早稲田大学大学院先進理工学研究科博士1年の三瓶 大志(さんぺい ひろし)氏・七種 紘規(さえぐさ こうき)氏ならびに同大理工学術院の関根 泰(せきね やすし)教授らの研究グループは、慶應義塾大学理工学部の田中 宗(たなか しゅう)准教授、ENEOS株式会社とともに、次世代コンピューティングの一つであるアニーリング方式に属する富士通株式会社の量子インスパイアード技術「デジタルアニーラ」を用いて、固体表面への分子吸着を予測することに成功しました。量子インスパイアード技術を固体表面への分子吸着予測に活用する取り組みは世界初となります。

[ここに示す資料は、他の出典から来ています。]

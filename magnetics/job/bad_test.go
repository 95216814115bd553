package job

import (
	"flag"
	"os"
	"path/filepath"
	"strings"
	"testing"
)

var update = flag.Bool("update", false, "rewrite the expected messages of testdata/bad")

const badFolder = "../../testdata/bad"

// Every file of testdata/bad holds one mistake (some hold several); the text
// file beside it holds what the program must say, one line per mistake.
func TestBadFiles(t *testing.T) {
	files, err := filepath.Glob(filepath.Join(badFolder, "*.yaml"))
	if err != nil || len(files) < 35 {
		t.Fatalf("%d files, %v", len(files), err)
	}
	for _, file := range files {
		name := filepath.Base(file)
		t.Run(name, func(t *testing.T) {
			data, err := os.ReadFile(file)
			if err != nil {
				t.Fatal(err)
			}
			_, err = Read(name, data)
			if err == nil {
				t.Fatal("the file was read without an error")
			}
			got := err.Error() + "\n"
			expected := strings.TrimSuffix(file, ".yaml") + ".txt"
			if *update {
				if err := os.WriteFile(expected, []byte(got), 0o644); err != nil {
					t.Fatal(err)
				}
			}
			want, err := os.ReadFile(expected)
			if err != nil {
				t.Fatal(err)
			}
			if got != string(want) {
				t.Errorf("the program says\n%swant\n%s", got, want)
			}
		})
	}
}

今回、「デジタルアニーラ」を用いて、組合せ爆発を起こさずに吸着配位を高速に探索する新しい方法を開発しました。本手法では、特に多くの分子が吸着している領域において、従来法よりもはるかに高速に、安定な分子配置を発見できることがわかりました。一例として、従来は38601秒かかっていた16分子の吸着の予測を、準備時間(1回のみ必要)2154秒と、「デジタルアニーラ」による計算132秒だけで完了でき、圧倒的な高速性を示すことができました。
また、得られた結果を株式会社Preferred NetworksとENEOS株式会社が共同で設立した株式会社Preferred Computational Chemistryが提供する汎用原子レベルシミュレータMatlantisで解析した結果、本手法による予測が正しいことがわかりました。この手法により、特に分子配置の組合せが多い複合材料や大規模モデリングにおいて、正確かつ高速に最適な配置を予測することが可能になります。
本研究成果は、2023年3月27日(現地時間)にアメリカ化学会の『JACS Au』のオンライン版で公開されました。